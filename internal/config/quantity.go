package config

import (
	"fmt"
	"math"
	"math/big"
	"strconv"
	"strings"

	"ionfall/internal/inputerr"
)

// gapChars may stand between number and unit: blank, tab and the fixed blanks of typesetting
// (U+00A0, U+2009, U+202F).
const gapChars = " \t\u00a0\u2009\u202f"

// fault is what is wrong with a text: what was wanted instead, and a hint.
type fault struct{ want, hint string }

// parse reads a number with a unit of the dimension; the value is in the dimension's first unit
// (for a ratio: 1).
func (d dimension) parse(text string) (float64, *fault) {
	number, rest := splitNumber(text)
	if number == "" {
		return 0, &fault{want: d.wanted(), hint: numberHint(text)}
	}
	name := strings.TrimLeft(rest, gapChars)
	if name == "" {
		return 0, &fault{want: d.wanted()}
	}
	u, known := d.find(name)
	if !known {
		return 0, &fault{d.wanted(), d.unitHint(name)}
	}
	r, want := exact(number)
	if r == nil {
		return 0, &fault{want: want}
	}
	f, want := toFloat(u.apply(r))
	if want != "" {
		return 0, &fault{want: want}
	}
	return f, nil
}

// wanted is "a pressure such as 5 Pa (units: Pa, ...)".
func (d dimension) wanted() string {
	return fmt.Sprintf("%s such as %s (units: %s)", d.name, d.example, d.names())
}

// apply is r * scale / per + offset, exactly.
func (u unit) apply(r *big.Rat) *big.Rat {
	r = new(big.Rat).Mul(r, constant(u.scale, 1))
	r.Quo(r, constant(u.per, 1))
	return r.Add(r, constant(u.offset, 0))
}

// constant is a number of the unit tables, or its default if it is left out.
func constant(text string, absent int64) *big.Rat {
	if text == "" {
		return big.NewRat(absent, 1)
	}
	r, ok := new(big.Rat).SetString(text)
	if !ok {
		panic("config: bad number in the unit table: " + text)
	}
	return r
}

// numberHint names the usual reasons why a text does not start with a number.
func numberHint(text string) string {
	lower := strings.ToLower(strings.TrimLeft(text, "+-."))
	if strings.HasPrefix(lower, "nan") || strings.HasPrefix(lower, "inf") {
		return "the number must be finite"
	}
	return ""
}

// unitHint says which unit was probably meant.
func (d dimension) unitHint(name string) string {
	if strings.HasPrefix(name, ",") {
		return "the decimal mark is a point"
	}
	if name[0] == 'x' || name[0] == 'X' || name[0] == '_' {
		return "numbers are decimal digits, such as 1500 or 1.5e3"
	}
	if alike := d.alike(name); len(alike) > 0 {
		return "did you mean " + strings.Join(alike, " or ") + "?"
	}
	for _, other := range dimensions() {
		if _, ok := other.find(name); ok {
			return fmt.Sprintf("%s measures %s", name, other.name)
		}
	}
	if near := inputerr.Nearest(name, d.spellings()); near != "" {
		return fmt.Sprintf("did you mean %q?", near)
	}
	return ""
}

// alike are the units, quoted, that differ from name only in case, or whose full name it is.
func (d dimension) alike(name string) []string {
	var alike []string
	for _, u := range d.units {
		for _, s := range append(append([]string{u.name}, u.also...), u.words...) {
			if strings.EqualFold(s, name) {
				alike = append(alike, strconv.Quote(u.name))
				break
			}
		}
	}
	return alike
}

// format writes a value so that parse gives the same bits back.
func (d dimension) format(f float64) string {
	base := d.units[0]
	if base.scale == "" {
		return formatFloat(f) + " " + base.name
	}
	return percent(f) + " " + base.name
}

// percent is 100 f, such that a hundredth of it is f to the last bit.
func percent(f float64) string {
	if g := f * 100; !math.IsInf(g, 0) {
		short := strconv.FormatFloat(g, 'g', 15, 64)
		if v, bad := ratio().parse(short + "%"); bad == nil && v == f {
			return short
		}
	}
	mantissa, exponent, found := strings.Cut(strconv.FormatFloat(f, 'e', -1, 64), "e")
	e, err := strconv.Atoi(exponent)
	if !found || err != nil {
		return mantissa // not finite: parse will refuse it
	}
	return fmt.Sprintf("%se%d", mantissa, e+2)
}
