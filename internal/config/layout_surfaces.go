package config

import (
	"fmt"
	"slices"
	"strings"

	"github.com/invopop/jsonschema"
	"go.yaml.in/yaml/v4"
)

// The words that stand for a yield as a function of the energy.
const (
	CleanMetal   = "clean_metal"
	DirtyMetal   = "dirty_metal"
	DirtyMetalRF = "dirty_metal_rf"
)

func yieldWords() []string { return []string{CleanMetal, DirtyMetal, DirtyMetalRF} }

// IonYield is the yield of one ion.
type IonYield struct {
	// Ion is its name as written; whether there is such an ion is for the caller to decide.
	Ion string
	// Yield is the mean number of electrons an arriving ion sets free.
	Yield float64
	// Model is one of the words above, instead of a number, or "".
	Model string
}

// Emission is what electrons do at a wall: see the package surfaces.
type Emission struct {
	MaxYield           float64
	MaxEnergy          float64 // [eV]
	Threshold          float64 // [eV]
	Smoothness         float64
	Elastic, Inelastic float64
}

// Layer is a dielectric on a wall.
type Layer struct {
	// Thickness [m].
	Thickness float64
	// Permittivity is the relative one.
	Permittivity float64
}

// yields is a number for all ions, a word, or a mapping of ions to either.
type yields struct{ e *Electrode }

func (yields) number(dst *float64) number { return number{dst: dst, high: maxYield} }

func (v yields) wanted() string {
	return v.number(nil).wanted() + ", one of " + strings.Join(yieldWords(), ", ") +
		", or a mapping of ions to either, such as {Ar+: 0.07}"
}

func (v yields) decode(d *decoder, n *yaml.Node, path string) {
	switch {
	case n.Kind == yaml.MappingNode:
		v.decodeIons(d, n, path)
	case n.Kind == yaml.ScalarNode && n.Tag == "!!str" && slices.Contains(yieldWords(), n.Value):
		v.e.IonYieldModel = n.Value
	case n.Kind == yaml.ScalarNode && n.Tag != "!!null":
		before := len(d.errs)
		v.number(&v.e.IonSecondaryYield).decode(d, n, path)
		for _, e := range d.errs[before:] {
			if e.Want == v.number(nil).wanted() {
				e.Want = v.wanted()
			}
		}
	default:
		d.fail(n, path, found(n), v.wanted(), "")
	}
}

func (v yields) decodeIons(d *decoder, n *yaml.Node, path string) {
	if count := len(n.Content) / 2; count < 1 || count > maxIons {
		d.fail(n, path, fmt.Sprintf("%d ions", count), fmt.Sprintf("1 to %d", maxIons), "")
		return
	}
	first := map[string]*yaml.Node{}
	list := make([]IonYield, len(n.Content)/2)
	for i := range list {
		k, value := n.Content[2*i], n.Content[2*i+1]
		if !d.unique(k, path, first) {
			continue
		}
		if k.Tag != "!!str" || len(k.Value) > maxGasName || !GasName(strings.TrimRight(k.Value, "+")) {
			d.fail(k, path, found(k)+" as the name of an ion", "a name such as Ar+", "")
			continue
		}
		list[i].Ion = k.Value
		at := under(path, k.Value)
		d.place(k, at)
		if value.Kind == yaml.ScalarNode && slices.Contains(yieldWords(), value.Value) {
			list[i].Model = value.Value
			continue
		}
		if value.Kind != yaml.ScalarNode || value.Style&yaml.TaggedStyle != 0 {
			d.fail(value, at, found(value), v.number(nil).wanted(), "")
			continue
		}
		v.number(&list[i].Yield).decode(d, value, at)
	}
	v.e.IonYields = list
}

func (v yields) encode() *yaml.Node {
	switch {
	case v.e.IonYieldModel != "":
		return scalarNode("!!str", v.e.IonYieldModel)
	case len(v.e.IonYields) == 0:
		return v.number(&v.e.IonSecondaryYield).encode()
	}
	n := &yaml.Node{Kind: yaml.MappingNode, Tag: "!!map"}
	for i := range v.e.IonYields {
		y := &v.e.IonYields[i]
		value := v.number(&y.Yield).encode()
		if y.Model != "" {
			value = scalarNode("!!str", y.Model)
		}
		n.Content = append(n.Content, scalarNode("!!str", y.Ion), value)
	}
	return n
}

func (v yields) schema() *jsonschema.Schema {
	words := &jsonschema.Schema{Type: "string"}
	for _, w := range yieldWords() {
		words.Enum = append(words.Enum, w)
	}
	one := func() *jsonschema.Schema {
		return &jsonschema.Schema{AnyOf: []*jsonschema.Schema{v.number(new(float64)).schema(), words}}
	}
	least, most := uint64(1), uint64(maxIons)
	return &jsonschema.Schema{AnyOf: []*jsonschema.Schema{
		v.number(new(float64)).schema(), words, {
			Type: "object", MinProperties: &least, MaxProperties: &most, AdditionalProperties: one(),
		},
	}}
}

func emissionLayout(e *Emission) value {
	if *e == (Emission{}) {
		*e = Emission{Threshold: 12.5, Smoothness: 1, Elastic: 0.03, Inelastic: 0.07}
	}
	return mapping{
		fields: []field{
			{
				key: "max_yield", required: true,
				value: number{dst: &e.MaxYield, high: maxYield, above: true},
				doc:   "Largest mean number of electrons for one that arrives, at normal incidence.",
			},
			{
				key: "max_energy", required: true,
				value: quantity{
					dst: &e.MaxEnergy, dim: energy(), low: "20 eV", high: "10 keV",
				},
				doc: "Energy at which the yield is largest.",
			},
			{
				key:   "threshold",
				value: quantity{dst: &e.Threshold, dim: energy(), low: "0 eV", high: "19 eV"},
				doc:   "No electron is set free below. Default: 12.5 eV.",
			},
			{
				key: "smoothness", value: number{dst: &e.Smoothness, high: 2},
				doc: "0 rough, 1 typical, 2 polished: how the yield grows with the angle. Default: 1.",
			},
			{
				key: "elastic", value: number{dst: &e.Elastic, high: 0.5, percent: true},
				doc: "Part of the yield that is reflected with all its energy. Default: 0.03.",
			},
			{
				key: "inelastic", value: number{dst: &e.Inelastic, high: 0.5, percent: true},
				doc: "Part of the yield that comes back with less energy. Default: 0.07.",
			},
		},
		check: func(d *decoder, n *yaml.Node, path string) {
			// The yield grows with the angle by up to 1 + smoothness pi/8.
			if part := (e.Elastic + e.Inelastic) * e.MaxYield * (1 + 0.4*e.Smoothness); part > 0.8 {
				d.fail(n, path, fmt.Sprintf("%.3g reflected electrons for one that arrives", part),
					"at most 0.8: elastic and inelastic are parts of the yield", "")
			}
		},
	}
}

func layerLayout(l *Layer) value {
	return mapping{fields: []field{
		{
			key: "thickness", required: true,
			value: quantity{dst: &l.Thickness, dim: length(), low: "1 nm", high: "20 mm"},
			doc:   "Thickness of the layer.",
		},
		{
			key: "permittivity", required: true,
			value: number{dst: &l.Permittivity, low: 1, high: 1e4},
			doc:   "Relative permittivity: 3.9 for SiO2, 1 for a gap below a floating wafer.",
		},
	}}
}

// surfaceFields are what particles and charge meet at a wall.
func surfaceFields(e *Electrode) []field {
	return []field{
		{
			key: "ion_secondary_yield", value: yields{e},
			doc: "Mean number of electrons set free by an arriving ion: a number, by ion, or as a " +
				"function of the energy, known for Ar+. Default: 0.",
		},
		{
			key: "secondary_electron_energy",
			value: quantity{
				dst: &e.SecondaryElectronEnergy, dim: energy(), low: "0 eV",
				high: maxSecondaryEnergy,
			},
			doc: "Energy of the electrons set free by ions. Default: 1 eV.",
		},
		{
			key:   "electron_reflection",
			value: number{dst: &e.ElectronReflection, high: 1, below: true, percent: true},
			doc:   "Part of the arriving electrons that is reflected, at any energy. Default: 0.",
		},
		{
			key: "electron_emission", value: pointer[Emission]{&e.Emission, emissionLayout},
			doc: "Electrons set free and reflected by those electrons that are not reflected at any " +
				"energy, by their energy and angle (Vaughan). Default: none.",
		},
		{
			key: "dielectric", value: pointer[Layer]{&e.Dielectric, layerLayout},
			doc: "A layer without conduction on the electrode: its surface charges up. Default: none.",
		},
		{
			key: "floating", value: boolean{&e.Floating},
			doc: "A wafer on the electrode that is coupled to it for RF, but takes no direct current. " +
				"Default: false.",
		},
	}
}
----------------------------------------
# Task directions
Give back exactly the lines of the listing above that run from the line with "check: func(d *decoder, n" to the line with "most 0.8: elastic", inclusive.

# Solution
		check: func(d *decoder, n *yaml.Node, path string) {
			// The yield grows with the angle by up to 1 + smoothness pi/8.
			if part := (e.Elastic + e.Inelastic) * e.MaxYield * (1 + 0.4*e.Smoothness); part > 0.8 {
				d.fail(n, path, fmt.Sprintf("%.3g reflected electrons for one that arrives", part),
					"at most 0.8: elastic and inelastic are parts of the yield", "")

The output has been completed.